[Form 4] KORN FERRY Insider Trading Activity
Rhea-AI Filing Summary
Jerry Leamon, a director of Korn Ferry (KFY), was granted 2,720 restricted stock units (RSUs) on 09/18/2025 as director compensation. The grant price is reported as $0 and the filing shows 22,072 shares beneficially owned by Mr. Leamon following the transaction. The RSUs vest in full on the day before the next annual meeting of shareholders following the grant date. The Form 4 was signed by an attorney-in-fact on 09/19/2025 and identifies the award explicitly as compensation for services as a director.
Positive
- Director alignment: Grant increases the reporting person's equity stake to 22,072 shares, aligning interests with shareholders.
- Standard compensation: Time-based RSU vesting through the next annual meeting supports retention and ongoing alignment.
Negative
- Potential dilution: Grant of 2,720 RSUs represents additional shares that could dilute existing shareholders, though size appears modest.
- No cash purchase: Reported price of $0 indicates the award is compensation rather than an at-market purchase, which some investors view as dilutionary compensation expense.
Insights
TL;DR: Modest director equity grant increases insider ownership slightly; limited near-term market impact.

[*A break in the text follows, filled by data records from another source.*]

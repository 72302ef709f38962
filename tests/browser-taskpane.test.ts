/**
 * The built task pane in a real browser (Chromium through playwright-core),
 * outside Excel on the embedded demo project, served on loopback by this test.
 * Expected numbers come from the plan API (planRow) computed here in Node: an
 * independent call of the same API the pane must show.
 *
 * Without Chromium the suite is skipped with a message (install:
 * apt-get install -y chromium); under CI (CI=true) a missing browser fails.
 */
import { afterAll, beforeAll, describe, expect, it } from 'vitest';
import * as fs from 'fs';
import * as os from 'os';
import * as path from 'path';
import type { AddressInfo } from 'net';
import { parseCsv } from '../src/plan/csv';
import { OUTPUT_NAMES, headerName, planRow, planToRow, rowFromTable } from '../src/plan';
import { webBuild } from './support/web-build';

const ROOT = path.resolve(__dirname, '..');
const ARTIFACTS = path.join(ROOT, 'test-artifacts');
const CHROMIUM = process.env.CHROMIUM_PATH || '/usr/bin/chromium';
const haveBrowser = fs.existsSync(CHROMIUM);
const onCi = process.env.CI === 'true';
/**
 * How long a wait for the page may take before it counts as hung: a safety net
 * as generous as the suite's (vitest.config.mts), not a bound a loaded machine
 * could trip; the work each wait covers is bounded by the page itself.
 */
const HUNG = 600_000;

if (!haveBrowser) {
  const text = `browser tests skipped: no Chromium at ${CHROMIUM}; install one with "apt-get install -y chromium" (or set CHROMIUM_PATH)`;
  if (onCi) throw new Error(`${text} — required under CI`);
  console.warn(text);
}

/** Demo row used throughout: the half-domain waveguide (3-D, 10°, one wavelength), whose 2-D run fits the pane's budget. */
const DEMO_ROW = 4;

function demoRow() {
  const rows = parseCsv(fs.readFileSync(path.join(ROOT, 'assets', 'demo-project.csv'), 'utf8'));
  return rowFromTable(rows[0], rows[DEMO_ROW + 1]);
}

describe.skipIf(!haveBrowser)('task pane in Chromium (demo project outside Excel)', () => {
  // Loaded lazily so a machine without the browser never touches playwright.
  let context: import('playwright-core').BrowserContext;
  let page: import('playwright-core').Page;
  let server: import('http').Server;
  let origin = '';
  const requests: string[] = [];
  const pageErrors: string[] = [];
  const failed: string[] = [];
  let userDir = '';

  beforeAll(async () => {
    const DIST = webBuild(); // the build tests/build.test.ts checks (built once per change)
    // eslint-disable-next-line @typescript-eslint/no-require-imports
    const { serve } = require('../scripts/preview.js') as { serve: (dir: string, port: number) => Promise<{ server: import('http').Server; url: string }> };
    const s = await serve(DIST, 0);
    server = s.server;
    origin = `http://localhost:${(server.address() as AddressInfo).port}`;
    const { chromium } = await import('playwright-core');
    userDir = fs.mkdtempSync(path.join(os.tmpdir(), 'hush-chromium-'));
    context = await chromium.launchPersistentContext(userDir, {
      executablePath: CHROMIUM,
      headless: true,
      args: ['--headless', '--no-sandbox', '--disable-gpu', '--disable-background-networking', '--disable-component-update', '--disable-quic', '--no-first-run', '--disable-sync'],
      viewport: { width: 380, height: 900 },
    });
    context.on('request', (r) => requests.push(r.url()));
    context.on('response', (r) => r.status() >= 400 && failed.push(`${r.status()} ${r.url()}`));
    page = context.pages()[0] ?? (await context.newPage());
    page.setDefaultTimeout(HUNG);
    page.on('pageerror', (e) => pageErrors.push(`${e.message}\n${e.stack ?? ''}`));
    await page.goto(s.url);
    await page.waitForSelector('#options tbody tr', { timeout: HUNG });
    await page.selectOption('#row-picker', String(DEMO_ROW));
    await page.waitForFunction((label) => document.getElementById('study-title')?.textContent?.includes(label), 'Jetty', { timeout: HUNG });
  });

  afterAll(async () => {
    await context?.close();
    server?.close();
    if (userDir) fs.rmSync(userDir, { recursive: true, force: true });
  });

  it("lists one option per grading order and CFS α (the design's own α and none)", async () => {
    const plan = planRow(demoRow());
    // derived: 3 default orders × 2 α choices — the design chose a CFS α > 0 for this row's near field, and the
    // pane sets α = 0 beside it for comparison (the band's long end, 36 cells per wavelength, is under the CFS
    // threshold of 40 that would otherwise add a suggested α).
    expect(plan.inputs.orders).toEqual([2, 3, 4]);
    expect(plan.grid.ppwLong).toBeLessThan(40);
    expect(plan.design.alphaMaxNorm).toBeGreaterThan(0);
    expect(await page.locator('#options tbody tr').count()).toBe(6);
    expect(await page.locator('#options tbody tr.recommended').count()).toBe(1);
  });

  it("shows the plan API's numbers for the recommended option", async () => {
    const plan = planRow(demoRow()); // independent computation: the plan API in Node
    const row = page.locator('#options tbody tr.recommended');
    const value = async (field: string) => Number(await row.locator(`td[data-field="${field}"]`).getAttribute('data-value'));
    // Integers exactly. Real numbers to 1e-11 relative: Chromium's V8 and Node's V8 may be different
    // versions, and ECMA-262 (§21.3.2, "implementation-approximated") leaves Math.exp, Math.log, Math.pow…
    // to each engine's own approximation, so results agree to rounding, not bit for bit (seen: 4e-14 relative).
    const close = (got: number, want: number) => expect(Math.abs(got - want)).toBeLessThanOrEqual(1e-11 * Math.abs(want));
    expect(await value('layers')).toBe(plan.design.layers);
    close(await value('worst'), plan.design.worstAmplitude);
    close(await value('overhead'), plan.cost.domain.overheadPercent);
    close(await value('runtime'), plan.cost.runtime!.totalSeconds / 3600);
    close(await value('cost'), plan.cost.runtime!.cost!);
    expect(await row.textContent()).toContain(`m = ${plan.design.order}`);
  });

  it('draws the three charts (canvas pixels are not blank)', async () => {
    for (const id of ['chart-cost', 'chart-angle', 'chart-ppw']) {
      const stats = await page.evaluate((chartId) => {
        const c = document.querySelector(`#${chartId} canvas`) as HTMLCanvasElement | null;
        if (!c) return null;
        const d = c.getContext('2d')!.getImageData(0, 0, c.width, c.height).data;
        let painted = 0;
        const colours = new Set<number>();
        for (let i = 0; i < d.length; i += 4) {
          if (d[i + 3] > 0) {
            painted++;
            colours.add((d[i] << 16) | (d[i + 1] << 8) | d[i + 2]);
          }
        }
        return { painted, colours: colours.size, width: c.width };
      }, id);
      expect(stats, id).not.toBeNull();
      // common practice: axes, grid and at least two series leave well over 1000 painted pixels in several colours.
      expect(stats!.painted, id).toBeGreaterThan(1000);
      expect(stats!.colours, id).toBeGreaterThan(3);
      expect(stats!.width, id).toBeGreaterThan(200);
    }
  });

  it('verifies the design by the 1-D and 2-D time-domain runs within 1 %', async () => {
    await page.click('#verify');
    await expect.poll(async () => page.locator('#cancel').isEnabled(), { timeout: HUNG }).toBe(true);
    await page.waitForSelector('#verify-result[data-difference]', { timeout: HUNG });
    const diff = Number(await page.getAttribute('#verify-result', 'data-difference'));
    // The exact model is exact for the discrete equations (physics.md §3): the runs must agree to the measurement's accuracy.
    expect(diff).toBeLessThanOrEqual(0.01);
    const text = await page.textContent('#verify-result');
    expect(text).toMatch(/1-D run and [1-9]\d* of the 2-D run/);
    expect(await page.locator('#chart-ppw .legend').textContent()).toContain('1-D run, measured');
    expect(await page.locator('#chart-ppw .legend').textContent()).toMatch(/2-D run at [0-9.]+°, measured/);
  });

  it('cancels a running verification', async () => {
    // The demo row's runs take about 0.1 s in Chromium, shorter than a round trip of the test to the page:
    // waiting for Cancel to be enabled and then clicking it would find it disabled again (playwright's click
    // then waits for it forever). So Verify and Cancel are pressed in one task of the page, while the run
    // has surely started and not ended (runVerify enables Cancel before its first await).
    const during = await page.evaluate(() => {
      (document.getElementById('verify') as HTMLButtonElement).click();
      const cancel = document.getElementById('cancel') as HTMLButtonElement;
      const enabled = !cancel.disabled;
      cancel.click();
      return enabled;
    });
    expect(during).toBe(true);
    await expect.poll(async () => page.textContent('#verify-stage'), { timeout: HUNG }).toBe('cancelled');
    expect(await page.locator('#verify').isEnabled()).toBe(true);
    // The cancelled run leaves no result behind, even once its worker has answered.
    await page.waitForTimeout(1000);
    expect(await page.textContent('#verify-stage')).toBe('cancelled');
    expect(await page.getAttribute('#verify-result', 'data-difference')).toBeNull();
    expect(await page.textContent('#verify-result')).toBe('');
  });

  it("applies the design to exactly that row's output cells", async () => {
    const snapshot = () =>
      page.$$eval('#demo-table tbody tr', (trs) => trs.map((tr) => [...tr.querySelectorAll('td')].map((td) => td.dataset.value ?? '')));
    const header = await page.$$eval('#demo-table thead th', (ths) => ths.slice(1).map((th) => th.textContent ?? ''));
    const before = await snapshot();
    await page.click('#apply');
    await page.waitForSelector('#apply-result.ok', { timeout: HUNG });
    const after = await snapshot();
    const changed: string[] = [];
    before.forEach((r, ri) => r.forEach((v, ci) => v !== after[ri][ci] && changed.push(`${ri}:${ci}`)));
    // Expected: the non-blank plan outputs of row DEMO_ROW, in their columns (all blank before).
    const plan = planRow(demoRow());
    const values = planToRow(plan);
    const expected: string[] = [];
    OUTPUT_NAMES.forEach((n, k) => {
      if (values[k] === null || values[k] === '') return;
      const c = header.findIndex((h) => headerName(h) === n);
      expect(c, n).toBeGreaterThanOrEqual(0);
      expect(after[DEMO_ROW][c], n).toBe(String(values[k]));
      expected.push(`${DEMO_ROW}:${c}`);
    });
    expect(changed.sort()).toEqual(expected.sort());
    // One line, the cells behind a disclosure (closed until asked).
    expect(await page.textContent('#apply-result .headline')).toBe(`Wrote ${OUTPUT_NAMES.length} cells of row ${DEMO_ROW + 1}.`);
    expect(await page.locator('#apply-result details').getAttribute('open')).toBeNull();
    expect(await page.locator('#apply-result details p').first().isVisible()).toBe(false);
  });

  it('saves screenshots in light and dark theme', async () => {
    fs.mkdirSync(ARTIFACTS, { recursive: true });
    for (const theme of ['light', 'dark']) {
      while ((await page.getAttribute('html', 'data-theme')) !== theme || !(await page.textContent('#theme-toggle'))?.includes(theme)) {
        await page.click('#theme-toggle');
      }
      await page.waitForTimeout(200);
      const file = path.join(ARTIFACTS, `taskpane-${theme}.png`);
      await page.screenshot({ path: file, fullPage: true });
      expect(fs.statSync(file).size).toBeGreaterThan(10_000);
    }
  });

  it('makes no request to any origin but its own, finds everything it asks for, and raises no errors', () => {
    const foreign = requests.filter((u) => new URL(u).origin !== origin);
    expect(foreign).toEqual([]);
    expect(requests.length).toBeGreaterThan(3);
    // No 404 (the favicon is a <link rel="icon"> to an icon the build copies).
    expect(failed).toEqual([]);
    expect(requests.some((u) => /icon-32\.png$/.test(u))).toBe(true);
    // Not even the worksheet-functions chunk: outside Excel it skips its registration (no CustomFunctions runtime).
    expect(pageErrors).toEqual([]);
  });
});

The 2,720 RSU grant is a routine form of non-cash director compensation that increases the reporting person's alignment with shareholders by boosting beneficial ownership to 22,072 shares. The grant price of $0 reflects a compensation award rather than an open-market purchase. Given the modest size relative to a public company’s outstanding shares, this transaction is unlikely to materially affect Korn Ferry's capital structure or valuation, but it does modestly increase insider stake and incentives.
TL;DR: Standard governance practice: equity-based director pay with time-based vesting; aligns incentives without signaling material change.
The RSUs vest the day before the next annual meeting, a clear time-based vesting condition typical for director awards, which supports retention and alignment with long-term shareholder interests. The filing explicitly states the award was granted for director services. There is no indication of accelerated vesting, related-party transactions, or other governance red flags in the disclosed items.